def method_for(job: Job, labels: list[str]) -> MethodSpec:
    """The job's method with roots raised to cover ``labels`` (plus two, see prepare_method).

    Roots given in the file are a lower bound: a task that asks for a higher state gets the
    roots it needs, and the log says so.
    """
    spec = prepare_method(job.method, labels, job.molecule)
    if "roots" in job.method_keys and spec.roots > job.method.roots:
        log.info("roots raised from %d to %d to cover %s", job.method.roots, spec.roots,
                 ", ".join(labels))
    return spec


# ------------------------------------------------------------------------------ task kinds
@dataclass(frozen=True)
class Step:
    """Everything a task function needs."""

    job: Job
    name: str
    options: Mapping[str, Any]
    geometry: Geometry
    run_dir: RunDirectory
    progress: bool
    geometries: Mapping[str, Geometry]


def _states(step: Step) -> TaskResult:
    labels = task_labels("states", step.options)
    return compute_states(step.geometry, method_for(step.job, labels), run_dir=step.run_dir,
                          source=step.name)


def _relax(step: Step) -> TaskResult:
    label = step.options["state"]
    return relax(step.geometry, label, method_for(step.job, [label]),
                 options=run_options_from_task(step.options), run_dir=step.run_dir,
                 progress=step.progress)


def _cross(step: Step) -> TaskResult:
    labels = list(step.options["states"])
    return find_crossing(step.geometry, labels, method_for(step.job, labels),
                         search=step.options.get("search", "auto"),
                         options=run_options_from_task(step.options), run_dir=step.run_dir,
                         progress=step.progress,
                         gap_tolerance_eh=step.options.get("gap_tolerance"))


def _emission(step: Step) -> TaskResult:
    from ..workflows.emission import emission

    label = step.options.get("state", "S1")
    return emission(step.geometry, method_for(step.job, [label]), state=label,
                    options=run_options_from_task(step.options), run_dir=step.run_dir,
                    progress=step.progress,
                    relax_ground=step.options.get("relax_ground", False),
                    zero_point=step.options.get("zero_point", False))


def _path(step: Step) -> TaskResult:
    from ..workflows.path import pathway

    show = list(step.options.get("show", ()))
    points = [geometry_reference(ref, step.geometries, step.job.molecule)
              for ref in step.options["geometries"]]
    kwargs = {k: step.options[k] for k in ("images", "interpolation", "mass_weighted")
              if k in step.options}
    return pathway(points, method_for(step.job, show), show=show, run_dir=step.run_dir, **kwargs)


def _scan(step: Step) -> TaskResult:
    from ..workflows.scan import scan

    state = step.options.get("state")
    seam = step.options.get("along_seam")
    relax_points = step.options.get("relax", state is not None or seam is not None)
    companion = step.options.get("companion")
    return scan(step.geometry, method_for(step.job, task_labels("scan", step.options)),
                atoms=[a - 1 for a in step.options["atoms"]], values=list(step.options["values"]),
                state=state, relax_points=relax_points, along_seam=seam,
                companions=[[a - 1 for a in companion]] if companion else [],
                options=run_options_from_task(step.options), run_dir=step.run_dir,
                progress=step.progress)


#: task kind -> function running it
TASK_RUNNERS: dict[str, Callable[[Step], TaskResult]] = {
    "states": _states, "relax": _relax, "cross": _cross, "emission": _emission,
    "path": _path, "scan": _scan,
}
#: task kind -> the workflow module it needs (kinds whose module is missing cannot run)
WORKFLOW_MODULES = {"emission": "emission", "path": "path", "scan": "scan"}


def kind_available(kind: str) -> bool:
    """True when this installation can run task kind ``kind``."""
    module = WORKFLOW_MODULES.get(kind)
    if module is not None and importlib.util.find_spec(f"surfcross.workflows.{module}") is None:
        return False
    return kind in TASK_RUNNERS


# ------------------------------------------------------------------------------ the job
def task_folder_name(name: str) -> str:
    """The folder of task ``name`` inside its job folder (as RunDirectory.child names it)."""
    return re.sub(r"[^A-Za-z0-9._-]+", "_", name).strip("._") or "task"


def _job_folder(job: Job, out: str | Path | None, continuing: bool = False) -> RunDirectory:
    names = [task_folder_name(t.name) for t in job.tasks]
    if out is not None:
        path = Path(out)
        if continuing:
            path.mkdir(parents=True, exist_ok=True)
            return RunDirectory(path)
        if path.is_dir() and any((path / n).exists() for n in [*names, SUMMARY_FILE]):
            raise InputError(f"{str(path)!r} already holds a job run; choose another --out")
        return RunDirectory.create(path)
    base = job.output if job.output is not None else (
        job.source.parent / job.source.stem if job.source is not None else Path.cwd() / "job")
    base.parent.mkdir(parents=True, exist_ok=True)
    for n in range(1, 10000):
        path = base if n == 1 else base.with_name(f"{base.name}_{n}")
        try:
            path.mkdir()  # atomic: two jobs never share a folder
        except FileExistsError:
            continue
        return RunDirectory(path)
    raise InputError(f"could not find a free folder name for {base}")


def validate_job(job: Job) -> None:
    """Checks that need the molecule: labels fit its spin, every kind can run."""
    source = job.source.name if job.source is not None else "job"
    for task in job.tasks:
        where = f"{source}, task '{task.name}'"
        try:
            labels = parse_states(task_labels(task.kind, task.options))
            check_labels(job.molecule, labels)
            prepare_method(job.method, labels, job.molecule,
                           strict_roots="roots" in job.method_keys)
            if task.kind == "cross" or (task.kind == "scan" and task.options.get("along_seam")):
                from ..tasks.crossing import check_high_spin_pair

                check_high_spin_pair(labels, job.method)
            if task.kind in ("relax", "cross", "emission", "scan"):
                for c in run_options_from_task(task.options).constraints:
                    c.check(job.molecule.natom)
        except InputError as exc:
            raise InputError(f"{where}: {exc}") from None
        if not kind_available(task.kind):
            raise InputError(f"{where}: tasks of kind '{task.kind}' are not available in this "
                             "version of surfcross; remove the task or run it separately")


def _start(job: Job, task: Any, geometries: Mapping[str, Geometry]) -> Geometry:
    if task.start_from is None:
        return job.molecule
    return geometries[task.start_from]


def run_job(job: Job, *, out: str | Path | None = None, keep_going: bool = False,
            progress: bool = True, earlier_run: EarlierRun | None = None) -> JobResult:
    """Run the tasks of ``job`` in order and write the job folder.

    Parameters
    ----------
    out
        Job folder; default the job's ``output`` or a folder named after the job file
        (``_2``, ``_3``, ... when taken).
    keep_going
        Continue after a task that did not converge or failed (tasks starting from it are
        skipped). Default: stop at the first such task.
    earlier_run
        Continue the job in its existing folder ``out`` (required then): called with each task
        and its folder before the task runs; the outcome it returns is kept (a finished or
        resumed task), None runs the task afresh (its folder must then be free).

    Returns
    -------
    JobResult
        ``converged`` is True only if every task converged or finished.
    """
    validate_job(job)
    if earlier_run is not None and out is None:
        raise InputError("continuing a job needs its folder (out)")
    folder = _job_folder(job, out, continuing=earlier_run is not None)
    log.info("job %s: %d task(s) in %s", job.title or job.source or "", len(job.tasks), folder.path)
    started = time.perf_counter()
    outcomes: list[TaskOutcome] = []
    try:
        _run_tasks(job, folder, outcomes, keep_going, progress, started, earlier_run)
    except InputError:  # bad input found late (e.g. a basis PySCF does not know)
        discard_unused(folder.path)
        raise
    result = JobResult(title=job.title, run_dir=folder.path, outcomes=tuple(outcomes),
                       elapsed_s=time.perf_counter() - started)
    write_json_atomic(folder.path / SUMMARY_FILE, result.to_dict())
    return result


def _run_tasks(job: Job, folder: RunDirectory, outcomes: list[TaskOutcome], keep_going: bool,
               progress: bool, started: float, earlier_run: EarlierRun | None = None) -> None:
    geometries: dict[str, Geometry] = {}
    stopped = False
    for task in job.tasks:
        if stopped:
            outcomes.append(TaskOutcome(name=task.name, kind=task.kind, status="not run",
                                        message="the job stopped at an earlier task"))
            continue
        outcome = _run_one(job, task, folder, geometries, progress, earlier_run)
        outcomes.append(outcome)
        if outcome.result is not None and outcome.converged:  # others give no start
            geometries[task.name] = outcome.result.geometry
        _write_summary(job, folder, outcomes, started)
        if not outcome.converged and not keep_going:
            stopped = True


def _blocked(task: Any, geometries: Mapping[str, Geometry]) -> str | None:
    needed = [task.start_from] if task.start_from else []
    needed += [ref for kind, ref in task.options.get("geometries", ()) if kind == "task"]
    for name in needed:
        if name not in geometries:
            return name
    return None


def _run_one(job: Job, task: Any, folder: RunDirectory, geometries: dict[str, Geometry],
             progress: bool, earlier_run: EarlierRun | None = None) -> TaskOutcome:
    blocker = _blocked(task, geometries)
    if blocker is not None:
        return TaskOutcome(name=task.name, kind=task.kind, status="skipped",
                           message=f"starts from '{blocker}', which did not converge or finish")
    if earlier_run is not None:
        kept = earlier_run(task, folder.path / task_folder_name(task.name))
        if kept is not None:
            return kept
    run_dir = folder.child(task.name)
    log.info("task %s (%s) in %s", task.name, task.kind, run_dir.path)
    step = Step(job, task.name, task.options, _start(job, task, geometries), run_dir, progress,
                geometries)
    try:
        result = TASK_RUNNERS[task.kind](step)
    except InputError:
        raise
    except SurfcrossError as exc:
        log.warning("task %s failed: %s", task.name, exc)
        return TaskOutcome(name=task.name, kind=task.kind, status="failed", run_dir=run_dir.path,
                           message=str(exc))
    return TaskOutcome(name=task.name, kind=task.kind, status=result.status,
                       converged=bool(result.converged), run_dir=run_dir.path,
                       message=result.message, result=result,
                       show=tuple(task.options.get("show", ())) if task.kind == "states" else ())


def _write_summary(job: Job, folder: RunDirectory, outcomes: list[TaskOutcome],
                   started: float) -> None:
    partial = JobResult(title=job.title, run_dir=folder.path, outcomes=tuple(outcomes),
                        elapsed_s=time.perf_counter() - started)
    write_json_atomic(folder.path / SUMMARY_FILE, partial.to_dict())


def geometry_reference(ref: tuple[str, str], geometries: Mapping[str, Geometry],
                       molecule: Geometry) -> Geometry:
    """A geometry of a path task: ('file', path) read with the molecule's charge and spin, or
    ('task', name) an earlier task's final geometry."""
    kind, value = ref
    if kind == "file":
        return read_xyz(value, molecule.charge, molecule.spin)
    return geometries[value]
* * *
→ Your assignment
Filter the records for the string "partial" and copy every line that holds it.

→ Reply
    partial = JobResult(title=job.title, run_dir=folder.path, outcomes=tuple(outcomes),
    write_json_atomic(folder.path / SUMMARY_FILE, partial.to_dict())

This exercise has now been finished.